WHAT IS NEEDED =>
The entries below are to be reproduced in full, exactly as written.

Collected data entries =>

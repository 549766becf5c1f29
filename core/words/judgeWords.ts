import { plural, shown } from './plain.ts';

/** A probability as a sentence shows it. */
export function probability(p: number): string {
  return p < 0.001 ? 'p below 0.001' : `p = ${shown(Number(p.toPrecision(2)))}`;
}

/** A number of standard uncertainties. */
function times(value: number): string {
  return value < 9.95 ? value.toFixed(1) : shown(Number(value.toPrecision(2)));
}

/** What is said of laws that are compared and of single readings. */
export const judgeWords = {
  needsReadings: (need: number, have: number): string =>
    `needs ${plural(need, 'reading')} to be compared; there ${have === 1 ? 'is' : 'are'} ${have}`,
  outside: (axis: string, position: number, value: number, throughOrigin: string): string =>
    `${axis}: reading ${position} is ${shown(value)}${throughOrigin === '' ? '' : `; the law ${throughOrigin} cannot pass through the origin`}`,
  outsideBoth: (
    axis: string,
    position: number,
    [predictor, x]: readonly [string, number],
    [response, y]: readonly [string, number],
    throughOrigin: boolean,
  ): string =>
    `${axis}: reading ${position} is ${predictor} = ${shown(x)}, ${response} = ${shown(y)}${throughOrigin ? '; this law cannot pass through the origin' : ''}`,
  bothAxes: (response: string): string =>
    `${response} stands on both straight axes, so the law cannot be judged beside others; use judge=direct`,
  noLikelihood: (): string => 'at one of these readings the straight axes say nothing about y',
  directNeedsExactX: (): string =>
    'options: judge=direct must go without u_x, because the direct fit takes x as exact.',
  knownNowhere: (name: string): string =>
    `known must name constants of the laws that are compared, but '${name}' is in none of them.`,
  judgesDisagree: (
    line: { readonly law: string; readonly support: number | '' },
    direct: { readonly law: string; readonly support: number | '' },
    supportOfLine: number | '',
    stated: boolean,
  ): string => {
    const loser =
      supportOfLine === '' ? '' : `, where ${line.law} has ${shown(Number(supportOfLine.toPrecision(2)))} %`;
    const first = `On the straight axes ${line.law} is supported best${percent(line.support)}`;
    return stated
      ? `${first}, by the direct fits ${direct.law}${percent(direct.support)}${loser}: straight axes carry the stated uncertainties to first order only, so trust the direct fits.`
      : `${first}, with one rule of scatter in y for every law ${direct.law}${percent(direct.support)}${loser}: what tells the laws apart here may be the shape of the scatter, not of the curve; state u_y if you know it.`;
  },
  outlying: (deviations: number, stated: boolean, p: number): string =>
    `Outlying: ${times(Math.abs(deviations))} ${stated ? 'stated uncertainties' : 'standard deviations'} from the line (${probability(p)}).`,
  highLeverage: (leverage: number, against: string, value: number): string =>
    `High leverage: at ${against} = ${shown(value)} it alone holds ${shown(Math.round(100 * leverage))} % of its place on the line.`,
  drives: (constant: string, value: number, without: number, shift: number): string =>
    `Drives the result: without it ${constant} would change from ${shown(value)} to ${shown(without)}, by ${times(shift)} standard uncertainties.`,
};

function percent(support: number | ''): string {
  return support === '' ? '' : ` (${shown(Number(support.toPrecision(3)))} %)`;
}
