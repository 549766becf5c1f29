/** Work goes on for this long before the page gets a turn, in milliseconds. */
const SLICE = 40;

/** Lets the page paint and answer before work goes on. */
function nextTurn(): Promise<void> {
  return new Promise((resolve) => {
    const { port1, port2 } = new MessageChannel();
    port1.onmessage = () => {
      port1.close();
      resolve();
    };
    port2.postMessage(null);
  });
}

/**
 * Runs steps one after the other in slices, so that the page stays awake between them.
 * @param steps each call to `next` is one step
 * @param told called between slices with the number of steps done
 * @returns true when all steps were done, false when it was cancelled
 */
export async function inSlices(
  steps: Iterator<unknown>,
  signal: AbortSignal,
  told: (done: number) => void = () => undefined,
  now: () => number = () => performance.now(),
): Promise<boolean> {
  let done = 0;
  for (;;) {
    await nextTurn();
    const start = now();
    do {
      if (signal.aborted) return false;
      if (steps.next().done === true) return true;
      done++;
    } while (now() - start < SLICE);
    told(done);
  }
}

RESULT =>
repository 549766becf5c1f29
filename core/words/judgeWords.ts
import { plural, shown } from './plain.ts';

/** A probability as a sentence shows it. */
export function probability(p: number): string {
  return p < 0.001 ? 'p below 0.001' : `p = ${shown(Number(p.toPrecision(2)))}`;
}

/** A number of standard uncertainties. */
function times(value: number): string {
  return value < 9.95 ? value.toFixed(1) : shown(Number(value.toPrecision(2)));
}

/** What is said of laws that are compared and of single readings. */
export const judgeWords = {
  needsReadings: (need: number, have: number): string =>
    `needs ${plural(need, 'reading')} to be compared; there ${have === 1 ? 'is' : 'are'} ${have}`,
  outside: (axis: string, position: number, value: number, throughOrigin: string): string =>
    `${axis}: reading ${position} is ${shown(value)}${throughOrigin === '' ? '' : `; the law ${throughOrigin} cannot pass through the origin`}`,
  outsideBoth: (
    axis: string,
    position: number,
    [predictor, x]: readonly [string, number],
    [response, y]: readonly [string, number],
    throughOrigin: boolean,
  ): string =>
    `${axis}: reading ${position} is ${predictor} = ${shown(x)}, ${response} = ${shown(y)}${throughOrigin ? '; this law cannot pass through the origin' : ''}`,
  bothAxes: (response: string): string =>
    `${response} stands on both straight axes, so the law cannot be judged beside others; use judge=direct`,
  noLikelihood: (): string => 'at one of these readings the straight axes say nothing about y',
  directNeedsExactX: (): string =>
    'options: judge=direct must go without u_x, because the direct fit takes x as exact.',
  knownNowhere: (name: string): string =>
    `known must name constants of the laws that are compared, but '${name}' is in none of them.`,
  judgesDisagree: (
    line: { readonly law: string; readonly support: number | '' },
    direct: { readonly law: string; readonly support: number | '' },
    supportOfLine: number | '',
    stated: boolean,
  ): string => {
    const loser =
      supportOfLine === '' ? '' : `, where ${line.law} has ${shown(Number(supportOfLine.toPrecision(2)))} %`;
    const first = `On the straight axes ${line.law} is supported best${percent(line.support)}`;
    return stated
      ? `${first}, by the direct fits ${direct.law}${percent(direct.support)}${loser}: straight axes carry the stated uncertainties to first order only, so trust the direct fits.`
      : `${first}, with one rule of scatter in y for every law ${direct.law}${percent(direct.support)}${loser}: what tells the laws apart here may be the shape of the scatter, not of the curve; state u_y if you know it.`;
  },
  outlying: (deviations: number, stated: boolean, p: number): string =>
    `Outlying: ${times(Math.abs(deviations))} ${stated ? 'stated uncertainties' : 'standard deviations'} from the line (${probability(p)}).`,
  highLeverage: (leverage: number, against: string, value: number): string =>
    `High leverage: at ${against} = ${shown(value)} it alone holds ${shown(Math.round(100 * leverage))} % of its place on the line.`,
  drives: (constant: string, value: number, without: number, shift: number): string =>
    `Drives the result: without it ${constant} would change from ${shown(value)} to ${shown(without)}, by ${times(shift)} standard uncertainties.`,
};

function percent(support: number | ''): string {
  return support === '' ? '' : ` (${shown(Number(support.toPrecision(3)))} %)`;
}
repository 549766becf5c1f29
/** Work goes on for this long before the page gets a turn, in milliseconds. */
const SLICE = 40;

/** Lets the page paint and answer before work goes on. */
function nextTurn(): Promise<void> {
  return new Promise((resolve) => {
    const { port1, port2 } = new MessageChannel();
    port1.onmessage = () => {
      port1.close();
      resolve();
    };
    port2.postMessage(null);
  });
}

/**
 * Runs steps one after the other in slices, so that the page stays awake between them.
 * @param steps each call to `next` is one step
 * @param told called between slices with the number of steps done
 * @returns true when all steps were done, false when it was cancelled
 */
export async function inSlices(
  steps: Iterator<unknown>,
  signal: AbortSignal,
  told: (done: number) => void = () => undefined,
  now: () => number = () => performance.now(),
): Promise<boolean> {
  let done = 0;
  for (;;) {
    await nextTurn();
    const start = now();
    do {
      if (signal.aborted) return false;
      if (steps.next().done === true) return true;
      done++;
    } while (now() - start < SLICE);
    told(done);
  }
}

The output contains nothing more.